= Material for this task =
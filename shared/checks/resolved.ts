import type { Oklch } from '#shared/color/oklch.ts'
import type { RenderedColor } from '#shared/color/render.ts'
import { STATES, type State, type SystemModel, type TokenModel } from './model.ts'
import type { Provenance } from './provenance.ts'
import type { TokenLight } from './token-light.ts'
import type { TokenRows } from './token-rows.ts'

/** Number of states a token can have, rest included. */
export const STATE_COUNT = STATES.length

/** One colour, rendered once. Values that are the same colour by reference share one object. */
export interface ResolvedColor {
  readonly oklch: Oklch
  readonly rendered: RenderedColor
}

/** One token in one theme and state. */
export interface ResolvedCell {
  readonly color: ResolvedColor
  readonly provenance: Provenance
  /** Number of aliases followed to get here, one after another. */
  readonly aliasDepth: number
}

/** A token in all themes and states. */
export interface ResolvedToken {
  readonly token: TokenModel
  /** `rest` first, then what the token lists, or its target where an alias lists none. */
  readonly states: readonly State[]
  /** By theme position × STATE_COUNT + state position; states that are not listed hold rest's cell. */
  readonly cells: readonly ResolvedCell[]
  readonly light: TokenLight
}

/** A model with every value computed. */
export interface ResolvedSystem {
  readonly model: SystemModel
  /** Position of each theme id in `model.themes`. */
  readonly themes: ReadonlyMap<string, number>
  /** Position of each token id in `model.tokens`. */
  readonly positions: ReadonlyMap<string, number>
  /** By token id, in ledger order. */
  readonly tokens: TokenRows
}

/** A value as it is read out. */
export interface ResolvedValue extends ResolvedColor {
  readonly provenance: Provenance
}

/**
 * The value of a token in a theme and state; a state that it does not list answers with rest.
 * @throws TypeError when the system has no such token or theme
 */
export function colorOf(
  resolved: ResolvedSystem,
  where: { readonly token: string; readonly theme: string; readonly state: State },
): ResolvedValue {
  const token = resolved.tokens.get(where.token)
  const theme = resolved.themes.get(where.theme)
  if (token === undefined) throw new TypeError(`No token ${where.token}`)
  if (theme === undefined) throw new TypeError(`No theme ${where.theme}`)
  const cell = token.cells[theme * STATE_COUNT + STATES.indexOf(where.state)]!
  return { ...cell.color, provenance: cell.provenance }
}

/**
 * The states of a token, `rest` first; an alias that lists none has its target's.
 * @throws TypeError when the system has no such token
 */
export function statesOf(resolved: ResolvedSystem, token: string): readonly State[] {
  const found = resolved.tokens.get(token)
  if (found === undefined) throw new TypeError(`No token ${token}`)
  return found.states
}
...
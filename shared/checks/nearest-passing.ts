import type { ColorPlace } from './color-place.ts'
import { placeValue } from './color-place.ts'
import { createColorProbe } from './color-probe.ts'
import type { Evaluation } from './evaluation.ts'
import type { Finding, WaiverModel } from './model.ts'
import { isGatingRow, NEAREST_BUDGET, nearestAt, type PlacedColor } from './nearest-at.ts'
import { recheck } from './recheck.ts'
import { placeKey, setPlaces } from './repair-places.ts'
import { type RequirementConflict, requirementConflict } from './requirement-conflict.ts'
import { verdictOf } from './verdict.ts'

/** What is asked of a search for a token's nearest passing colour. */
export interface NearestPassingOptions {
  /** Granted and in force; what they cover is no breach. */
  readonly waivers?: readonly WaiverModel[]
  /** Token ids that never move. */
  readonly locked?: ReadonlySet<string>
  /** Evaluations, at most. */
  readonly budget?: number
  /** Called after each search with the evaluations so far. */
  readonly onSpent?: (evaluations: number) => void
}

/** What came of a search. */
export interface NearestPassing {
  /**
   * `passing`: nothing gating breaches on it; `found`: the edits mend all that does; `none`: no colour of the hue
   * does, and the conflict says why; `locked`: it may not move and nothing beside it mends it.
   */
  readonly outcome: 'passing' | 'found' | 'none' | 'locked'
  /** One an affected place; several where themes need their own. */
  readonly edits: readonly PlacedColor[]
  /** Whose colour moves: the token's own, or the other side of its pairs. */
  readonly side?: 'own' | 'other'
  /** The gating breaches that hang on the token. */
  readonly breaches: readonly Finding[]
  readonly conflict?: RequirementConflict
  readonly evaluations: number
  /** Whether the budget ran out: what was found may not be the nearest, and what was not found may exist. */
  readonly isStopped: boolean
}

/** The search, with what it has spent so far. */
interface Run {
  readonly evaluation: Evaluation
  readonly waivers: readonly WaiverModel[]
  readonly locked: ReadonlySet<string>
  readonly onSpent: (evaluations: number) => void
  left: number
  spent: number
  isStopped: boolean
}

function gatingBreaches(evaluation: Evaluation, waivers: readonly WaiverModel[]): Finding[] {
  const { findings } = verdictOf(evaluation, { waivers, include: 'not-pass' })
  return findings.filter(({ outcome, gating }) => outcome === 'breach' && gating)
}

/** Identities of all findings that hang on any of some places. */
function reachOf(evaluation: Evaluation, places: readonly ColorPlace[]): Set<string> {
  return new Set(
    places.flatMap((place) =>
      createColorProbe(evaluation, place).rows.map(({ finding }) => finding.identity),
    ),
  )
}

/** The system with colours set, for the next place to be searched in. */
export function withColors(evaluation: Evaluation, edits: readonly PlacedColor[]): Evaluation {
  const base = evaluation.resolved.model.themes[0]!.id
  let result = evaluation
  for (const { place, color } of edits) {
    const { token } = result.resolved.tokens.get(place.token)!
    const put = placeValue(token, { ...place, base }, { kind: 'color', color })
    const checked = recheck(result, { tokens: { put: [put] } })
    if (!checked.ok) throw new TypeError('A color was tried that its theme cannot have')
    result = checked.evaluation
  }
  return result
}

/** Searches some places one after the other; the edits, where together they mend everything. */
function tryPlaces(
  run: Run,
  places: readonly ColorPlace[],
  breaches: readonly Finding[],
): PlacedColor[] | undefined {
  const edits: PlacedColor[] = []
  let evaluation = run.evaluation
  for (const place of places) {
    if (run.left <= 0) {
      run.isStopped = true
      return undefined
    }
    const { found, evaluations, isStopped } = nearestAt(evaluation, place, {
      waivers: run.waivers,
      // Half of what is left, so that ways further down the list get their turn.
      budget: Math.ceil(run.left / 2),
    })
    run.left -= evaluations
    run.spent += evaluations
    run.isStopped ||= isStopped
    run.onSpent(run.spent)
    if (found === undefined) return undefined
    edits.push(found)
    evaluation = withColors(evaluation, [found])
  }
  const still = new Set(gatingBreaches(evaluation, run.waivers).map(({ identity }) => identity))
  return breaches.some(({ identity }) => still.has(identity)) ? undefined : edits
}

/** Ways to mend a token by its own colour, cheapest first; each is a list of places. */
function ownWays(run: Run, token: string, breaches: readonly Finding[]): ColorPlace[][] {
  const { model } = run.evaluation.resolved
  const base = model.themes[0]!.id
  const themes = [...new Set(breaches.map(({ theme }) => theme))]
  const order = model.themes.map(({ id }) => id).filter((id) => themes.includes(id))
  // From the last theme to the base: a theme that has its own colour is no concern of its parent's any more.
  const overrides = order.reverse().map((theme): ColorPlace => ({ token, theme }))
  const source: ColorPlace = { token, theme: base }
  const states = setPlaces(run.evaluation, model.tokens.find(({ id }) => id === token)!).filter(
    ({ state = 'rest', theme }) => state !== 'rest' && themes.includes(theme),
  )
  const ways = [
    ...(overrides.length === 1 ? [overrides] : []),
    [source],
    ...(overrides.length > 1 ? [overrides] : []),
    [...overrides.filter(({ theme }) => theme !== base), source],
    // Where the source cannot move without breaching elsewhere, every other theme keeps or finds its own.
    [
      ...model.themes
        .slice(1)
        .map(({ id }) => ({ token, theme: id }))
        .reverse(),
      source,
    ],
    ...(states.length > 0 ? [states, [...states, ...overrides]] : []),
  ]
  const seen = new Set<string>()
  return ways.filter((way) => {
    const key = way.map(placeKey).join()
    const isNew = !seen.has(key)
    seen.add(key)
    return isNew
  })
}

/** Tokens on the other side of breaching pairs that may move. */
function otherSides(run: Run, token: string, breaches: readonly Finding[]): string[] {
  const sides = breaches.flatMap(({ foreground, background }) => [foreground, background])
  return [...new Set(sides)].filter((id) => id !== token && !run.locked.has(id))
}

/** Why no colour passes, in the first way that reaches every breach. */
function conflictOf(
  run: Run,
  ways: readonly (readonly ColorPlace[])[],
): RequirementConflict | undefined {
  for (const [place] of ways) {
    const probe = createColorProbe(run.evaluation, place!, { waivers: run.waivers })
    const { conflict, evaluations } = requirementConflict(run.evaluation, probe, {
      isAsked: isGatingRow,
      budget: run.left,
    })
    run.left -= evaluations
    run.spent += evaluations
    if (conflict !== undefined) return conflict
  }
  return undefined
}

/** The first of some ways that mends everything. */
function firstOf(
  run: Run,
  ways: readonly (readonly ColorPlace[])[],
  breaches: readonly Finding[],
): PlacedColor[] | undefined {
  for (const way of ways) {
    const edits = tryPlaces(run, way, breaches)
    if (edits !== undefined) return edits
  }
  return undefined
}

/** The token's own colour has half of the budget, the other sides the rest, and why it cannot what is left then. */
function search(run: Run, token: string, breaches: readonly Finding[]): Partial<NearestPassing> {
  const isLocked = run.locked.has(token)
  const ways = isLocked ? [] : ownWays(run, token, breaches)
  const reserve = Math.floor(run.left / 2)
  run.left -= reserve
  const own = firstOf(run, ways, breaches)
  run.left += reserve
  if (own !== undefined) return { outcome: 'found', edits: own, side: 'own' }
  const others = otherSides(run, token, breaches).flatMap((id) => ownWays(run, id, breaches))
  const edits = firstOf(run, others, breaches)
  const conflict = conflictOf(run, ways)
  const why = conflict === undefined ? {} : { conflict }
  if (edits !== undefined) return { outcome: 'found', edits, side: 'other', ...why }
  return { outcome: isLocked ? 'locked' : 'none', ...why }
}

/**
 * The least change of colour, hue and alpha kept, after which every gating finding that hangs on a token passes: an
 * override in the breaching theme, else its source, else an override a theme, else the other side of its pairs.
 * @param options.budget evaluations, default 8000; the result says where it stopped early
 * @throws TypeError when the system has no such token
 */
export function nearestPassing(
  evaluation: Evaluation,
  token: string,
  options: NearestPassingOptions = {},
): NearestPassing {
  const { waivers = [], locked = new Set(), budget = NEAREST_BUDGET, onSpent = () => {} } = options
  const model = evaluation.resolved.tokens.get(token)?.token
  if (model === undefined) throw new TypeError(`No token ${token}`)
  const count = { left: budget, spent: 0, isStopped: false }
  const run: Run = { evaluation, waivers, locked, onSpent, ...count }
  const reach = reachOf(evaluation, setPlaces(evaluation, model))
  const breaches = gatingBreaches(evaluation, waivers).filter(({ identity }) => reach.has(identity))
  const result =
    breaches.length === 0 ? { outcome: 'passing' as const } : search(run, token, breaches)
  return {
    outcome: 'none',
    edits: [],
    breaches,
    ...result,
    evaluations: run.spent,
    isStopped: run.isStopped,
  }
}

= Exercise details =
From the records above, reproduce exactly the lines from the one with "filename shared/checks/resolved.ts" to the one with "readonly oklch: Oklch", both included, and no others.

= Written solution =
filename shared/checks/resolved.ts
import type { Oklch } from '#shared/color/oklch.ts'
import type { RenderedColor } from '#shared/color/render.ts'
import { STATES, type State, type SystemModel, type TokenModel } from './model.ts'
import type { Provenance } from './provenance.ts'
import type { TokenLight } from './token-light.ts'
import type { TokenRows } from './token-rows.ts'

/** Number of states a token can have, rest included. */
export const STATE_COUNT = STATES.length

/** One colour, rendered once. Values that are the same colour by reference share one object. */
export interface ResolvedColor {
  readonly oklch: Oklch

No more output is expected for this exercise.